Quoi ! cette créature déchue, pour qui vous avez à solliciter le pardon de Dieu comme pour vous, en qui vous retrouvez le même combat de l'Esprit contre la chair qui se livre en vous, chez qui vous avez à supporter chaque jour les infirmités et les faiblesses qu'elle a à supporter chez vous, c'est en elle que vous devriez chercher, que vous pourriez trouver ce que votre coeur demande !
Oh ! L'indigne pensée !
Donnez de l'air à ce malheureux qui se débat contre une atmosphère privée du principe de la vie.
Donnez du jour à ce prisonnier qui gémit dans un cachot souterrain loin de la douce clarté du soleil.
Donnez du pain à qui a faim, de l'eau à qui a soif - et donnez au coeur de l'homme, pour objet de son attachement suprême, un être « saint, innocent, sans tache, séparé des pécheurs, ».
Tel enfin que son amour soit la sainteté du coeur, et son service la sainteté de la vie !
Eh bien, à ces traits, comment méconnaître le Dieu que je vous annonce ?
Oui, ma soeur, mon frère, donnez, donnez votre coeur au Dieu de Jésus-Christ.
Ce Dieu éternel, ce Dieu infini, ce Dieu saint, est seul fait pour votre coeur, et votre coeur pour lui seul(**11).
C'est lui que votre coeur réclamait, avant de l'avoir connu.
Et combien plus le réclamera-t-il, s'il a commencé de le connaître ?
C'est assez que vous l'ayez seulement entrevu, pour qu'il vous soit désormais impossible de vous reposer ailleurs qu'en lui.
Le coeur de l'homme est ainsi fait grâces en soient rendues à celui qui l'a formé ! qu'il ne peut arrêter son attachement nulle part, s'il conçoit la possibilité de le porter plus haut.

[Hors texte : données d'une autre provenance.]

"""The cut list as JSON data (the report's ``cut_list``) and as CSV (``check --csv``).

The CSV has one row per group of members cut alike (docs/user-guide.md, Cut list):
part, quantity of the part, mark, count, layer, section, length, unit, the angles of
each end and the members. Every cell goes through ``escape.csv_cell``, so a name from
the drawing that starts like a formula is written as text.
"""

from __future__ import annotations

import csv
import io
from typing import TYPE_CHECKING, Any

from ..cutlist import CutList, EndCut, Total, cut_list, definition
from ..escape import csv_cell
from ..model import joint_id, member_id

if TYPE_CHECKING:
    from ..result import Result


def _n(x: float) -> float:
    y = float(f"{float(x):.12g}")
    return 0.0 if y == 0 else y


def angle_text(a: float) -> str:
    """An angle as printed: one decimal and the degree sign."""
    return f"{a:.1f}\u00b0"


def end_text(end: EndCut) -> str:
    """ "M3 26.6°, M5 90.0°": the angle against each other member at the end."""
    return ", ".join(f"{member_id(o)} {angle_text(a)}" for o, a in end.against) or "free end"


def angles_text(angles: tuple[float, ...]) -> str:
    """ "36.9 / 53.1": one end's angles in degrees (the column heading says degrees)."""
    return " / ".join(f"{a:.1f}" for a in angles) or "free end"


def _end(end: EndCut) -> dict[str, Any]:
    return {
        "joint": joint_id(end.joint),
        "against": [member_id(o) for o, _ in end.against],
        "angles_deg": [_n(a) for _, a in end.against],
    }


def _total(t: Total) -> dict[str, Any]:
    return {"layer": t.layer, "section": t.section, "count": t.count, "length": _n(t.length)}


#: the JSON lists every member's end cuts for trusses of at most this many members; a
#: larger truss gets the groups (every member named in one, with its mark and the end
#: angles) and the totals, so the report of a 100k-member drawing stays quick to write
JSON_CUT_MEMBERS = 20_000


def cut_list_dict(cl: CutList, *, list_members: bool = True) -> dict[str, Any]:
    """The ``cut_list`` object of the JSON report (docs/report-format.md, cut_list)."""
    return {
        "unit": cl.unit,
        "members_listed": list_members,
        "length_tolerance": _n(cl.length_tol),
        "angle_tolerance_deg": _n(cl.angle_tol),
        "definition": definition(cl),
        "parts": [
            {
                "part": p.part + 1,
                "name": p.name,
                "same_as": (p.same_as + 1) if p.same_as is not None else None,
                "quantity": p.quantity,
                "members": [
                    {
                        "member": member_id(m.member),
                        "mark": m.mark,
                        "length": _n(m.length),
                        "ends": [_end(m.ends[0]), _end(m.ends[1])],
                    }
                    for m in (p.members if list_members else ())
                ],
                "groups": [
                    {
                        "mark": g.mark,
                        "count": g.count,
                        "layer": g.layer,
                        "section": g.section,
                        "length": _n(g.length),
                        "end_angles_deg": [[_n(a) for a in g.ends[0]], [_n(a) for a in g.ends[1]]],
                        "members": [member_id(e) for e in g.members],
                    }
                    for g in p.groups
                ],
                "totals": [_total(t) for t in p.totals],
            }
            for p in cl.parts
        ],
        "totals": [_total(t) for t in cl.totals],
        "overhangs": [
            {"layer": o.layer, "length": _n(o.length), "at": [_n(o.at[0]), _n(o.at[1])]} for o in cl.overhangs
        ],
    }


CSV_COLUMNS = (
    "part",
    "part quantity",
    "mark",
    "count",
    "layer",
    "section",
    "length",
    "unit",
    "end 1 angles (deg)",
    "end 2 angles (deg)",
    "members",
)


def cut_list_csv(result: Result) -> str:
    """The cut list as CSV text (one row per group; see the module docstring)."""
    cl = cut_list(result)
    buf = io.StringIO()
    w = csv.writer(buf, lineterminator="\r\n")
    w.writerow([csv_cell(c) for c in CSV_COLUMNS])
    for p in cl.parts:
        for g in p.groups:
            row = [
                p.name,
                str(p.quantity),
                g.mark,
                str(g.count),
                g.layer,
                g.section or "",
                f"{g.length:.{_decimals(cl)}f}",
                cl.unit,
                " ".join(f"{a:.1f}" for a in g.ends[0]),
                " ".join(f"{a:.1f}" for a in g.ends[1]),
                " ".join(member_id(e) for e in g.members),
            ]
            w.writerow([csv_cell(c) for c in row])
    return buf.getvalue()


def _decimals(cl: CutList) -> int:
    """Decimals of a printed length: enough to show the grouping tolerance."""
    import math

    tol = cl.length_tol
    return max(0, min(6, -math.floor(math.log10(tol)) if tol > 0 else 3))


def length_number(cl: CutList, x: float) -> str:
    """A length as printed, without the unit (the column heading names it)."""
    return f"{x:.{_decimals(cl)}f}"


def length_text(cl: CutList, x: float) -> str:
    return f"{length_number(cl, x)} {cl.unit}"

Vous aurez beau remonter toute l'échelle des créatures, de plus digne en plus digne, quelque chose vous pressera toujours de monter encore ; toujours, vous entendrez, comme les deux témoins de l'Apocalypse, une voix du ciel vous disant : « Monte ici (*12);» et tant qu'il y aura un Dieu dans l'univers, rien de moins ne saurait contenter votre coeur.
Lui, ou personne !
Lui, ou un vide affreux et un dégoût amer !
Je dis plus : Lui pour la joie de votre coeur, ou lui pour son tourment !

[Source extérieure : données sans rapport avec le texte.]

"""Office sheets for the tests: truss drawings as they arrive from drawing offices, with
the truss's known answer.

The scenario is our own: the roof trusses of a cold store extension at a fruit packing
depot (pitched Pratt trusses, 12 m span), the roof of a school sports hall (parallel
chord trusses, 15 m span) and the truss schedule sheet of a farm workshop (forty small
pitched trusses of five types). Every sheet is written with ezdxf to a given folder and
returned with what a correct reading of it must find: the joints, the members, the
supports, the loads and the member forces.

The reference forces come from :func:`joint_forces`, a method-of-joints solve written
here (the equilibrium matrix built joint by joint and solved densely with numpy); it
does not use dxftruss. ``tests/test_office_sheets.py`` checks it once against an exact
sympy solve and against a closed-form section cut.

Traits (one builder each, composable through the ``add_*`` functions):

    a  title block and border               :func:`sheet_title_block`
    b  dimensions, real and exploded        :func:`sheet_dimensions`, :func:`sheet_exploded_dimensions`
    c  member outlines and nail plates      :func:`sheet_outlines`
    d  grid lines and a floor plan          :func:`sheet_grid_and_plan`
    e  a frozen old revision overlaid       :func:`sheet_old_revision`
    f  the truss only in paper space        :func:`sheet_paper_space`
    g  site coordinates in metres           :func:`sheet_site_coordinates`
    h  a job sheet of forty truss blocks    :func:`sheet_job_schedule`
    i  all of a-e on one sheet              :func:`sheet_everything`
"""

from __future__ import annotations

import itertools
import math
from collections.abc import Callable, Sequence
from dataclasses import dataclass, field, replace
from pathlib import Path
from typing import Any

import ezdxf
import numpy as np

#: drawing layers of the truss itself
TRUSS_LAYER = "TRUSS"
LOAD_LAYER = "LOAD"


# ---------------------------------------------------------------------------------------
# The known answer and the reference solver


@dataclass(frozen=True)
class Known:
    """A truss as it must be read: joints (drawing units), members as joint pairs,
    supports as (joint, "XY" | "Y"), loads as (joint, fx, fy in kN, label as written)."""

    name: str
    joints: np.ndarray
    members: tuple[tuple[int, int], ...]
    supports: tuple[tuple[int, str], ...]
    loads: tuple[tuple[int, float, float, str], ...]
    #: names of the joints ("L0", "U3" ...), for messages
    joint_names: tuple[str, ...] = ()

    @property
    def span(self) -> float:
        return float(np.ptp(self.joints[:, 0]))

    @property
    def forces(self) -> np.ndarray:
        """Reference member forces in kN, tension positive, in the order of ``members``."""
        return joint_forces(self.joints, self.members, self.supports, self.loads)[0]

    @property
    def reactions(self) -> np.ndarray:
        """Reference reactions in kN, one per restrained direction (see :func:`joint_forces`)."""
        return joint_forces(self.joints, self.members, self.supports, self.loads)[1]

    def moved(self, dx: float, dy: float) -> Known:
        return replace(self, joints=self.joints + np.array([dx, dy]))


def equilibrium_matrix(
    joints: np.ndarray, members: Sequence[tuple[int, int]], supports: Sequence[tuple[int, str]]
) -> np.ndarray:
    """The method of joints as a matrix: row 2j (2j + 1) is the x (y) equilibrium of joint
    j; column e the force of member e (tension pulls each end toward the other), then
    one column per restrained direction (a reaction along +x or +y). A x + f = 0."""
    n = len(joints)
    restraints = [(j, k) for j, fix in supports for k in ((0, 1) if fix == "XY" else (0,) if fix == "X" else (1,))]
    A = np.zeros((2 * n, len(members) + len(restraints)))
    for e, (i, j) in enumerate(members):
        d = joints[j] - joints[i]
        u = d / math.hypot(*d)
        A[2 * i : 2 * i + 2, e] = u
        A[2 * j : 2 * j + 2, e] = -u
    for c, (j, k) in enumerate(restraints):
        A[2 * j + k, len(members) + c] = 1.0
    return A


def joint_forces(
    joints: np.ndarray,
    members: Sequence[tuple[int, int]],
    supports: Sequence[tuple[int, str]],
    loads: Sequence[tuple[int, float, float, str]],
) -> tuple[np.ndarray, np.ndarray]:
    """(member forces, reactions) in kN of a statically determinate truss by a dense
    solve of the joint equilibrium equations; refuses a truss that is not determinate."""
    A = equilibrium_matrix(joints, members, supports)
    if A.shape[0] != A.shape[1] or np.linalg.matrix_rank(A) != A.shape[0]:
        raise ValueError(f"not statically determinate: {A.shape} of rank {np.linalg.matrix_rank(A)}")
    f = np.zeros(A.shape[0])
    for j, fx, fy, _ in loads:
        f[2 * j] += fx
        f[2 * j + 1] += fy
    x = np.linalg.solve(A, -f)
    return x[: len(members)], x[len(members) :]


# ---------------------------------------------------------------------------------------
# Truss layouts


def pitched_pratt(
    name: str,
    span: float,
    rise: float,
    panels: int,
    loads: dict[str, tuple[float, str]],
) -> Known:
    """A pitched truss with verticals and diagonals falling toward mid-span; the heels are
    the end bottom joints. Joints L0..Ln (0..n), then U1..U(n-1) (n + 1 .. 2n - 1).
    ``loads``: joint name -> (downward kN, label)."""
    n = panels
    a = span / n
    xy = [(i * a, 0.0) for i in range(n + 1)]
    xy += [(i * a, rise * min(i, n - i) / (n / 2)) for i in range(1, n)]
    names = [f"L{i}" for i in range(n + 1)] + [f"U{i}" for i in range(1, n)]

    def u(i: int) -> int:
        return 0 if i == 0 else n if i == n else n + i

    members = [(i, i + 1) for i in range(n)]
    members += [(u(i), u(i + 1)) for i in range(n)]
    members += [(i, u(i)) for i in range(1, n)]
    for k in range(2, n):  # panel k lies between L(k-1) and Lk
        members.append((u(k - 1), k) if k <= n // 2 else (u(k), k - 1))
    return _known(name, xy, members, names, loads)


def parallel_pratt(name: str, span: float, depth: float, panels: int, loads: dict[str, tuple[float, str]]) -> Known:
    """A parallel chord truss with verticals and diagonals falling toward mid-span.
    Joints L0..Ln (0..n), then U0..Un (n + 1 .. 2n + 1)."""
    n = panels
    a = span / n
    xy = [(i * a, 0.0) for i in range(n + 1)] + [(i * a, depth) for i in range(n + 1)]
    names = [f"L{i}" for i in range(n + 1)] + [f"U{i}" for i in range(n + 1)]
    members = [(i, i + 1) for i in range(n)]
    members += [(n + 1 + i, n + 2 + i) for i in range(n)]
    members += [(i, n + 1 + i) for i in range(n + 1)]
    for k in range(1, n + 1):
        members.append((n + k, k) if k <= n // 2 else (k - 1, n + 1 + k))
    return _known(name, xy, members, names, loads)


def _known(name: str, xy: list[tuple[float, float]], members: list[tuple[int, int]], names: list[str], loads) -> Known:
    n_bottom = sum(1 for nm in names if nm.startswith("L"))
    index = {nm: i for i, nm in enumerate(names)}
    return Known(
        name=name,
        joints=np.array(xy, dtype=float),
        members=tuple(members),
        supports=((0, "XY"), (n_bottom - 1, "Y")),
        loads=tuple((index[j], 0.0, -p, label) for j, (p, label) in loads.items()),
        joint_names=tuple(names),
    )


def cold_store_truss() -> Known:
    """Roof truss RT2 of the cold store extension: 12 m span, 2.4 m rise, six panels, mm."""
    return pitched_pratt(
        "cold store RT2",
        12000.0,
        2400.0,
        6,
        {
            "U1": (8.5, "P1 = 8.5 kN"),
            "U2": (8.5, "P2 = 8.5 kN"),
            "U3": (12.0, "12 kN"),
            "U4": (8.5, "P4 = 8.5 kN"),
            "U5": (6.4, "P5 = 6.4 kN"),
        },
    )


def sports_hall_truss() -> Known:
    """Roof truss GT1 of the school sports hall: 15 m span, 1.5 m deep, six panels, mm."""
    return parallel_pratt(
        "sports hall GT1",
        15000.0,
        1500.0,
        6,
        {"U1": (6.0, "6 kN"), "U2": (6.0, "6 kN"), "U3": (7.5, "7.5 kN"), "U4": (6.0, "6 kN"), "U5": (4.2, "4.2 kN")},
    )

Sa charité ne saurait vous permettre aucun repos loin de lui.
Votre ivresse ? Il la dissipera.
Votre entraînement ? Il le glacera.
Votre coupe de délices ? Il l'empoisonnera.
Vos attachements idolâtres ? Il appellera contre eux la séparation, la maladie, la mort - jusqu'au jour que, dépris de la créature, vous vous jetterez enfin, fût-ce de fatigue, de soif, de désespoir, dans son sein paternel, et que vous apprendrez à vous écrier avec le Psalmiste :
« Quel autre ai-je au ciel? Aussi n'ai-je pris plaisir sur la terre qu'en toi seul. Que mon coeur et ma chair soient consumés: Dieu est le rocher de mon coeur et mon partage à toujours" (*13) »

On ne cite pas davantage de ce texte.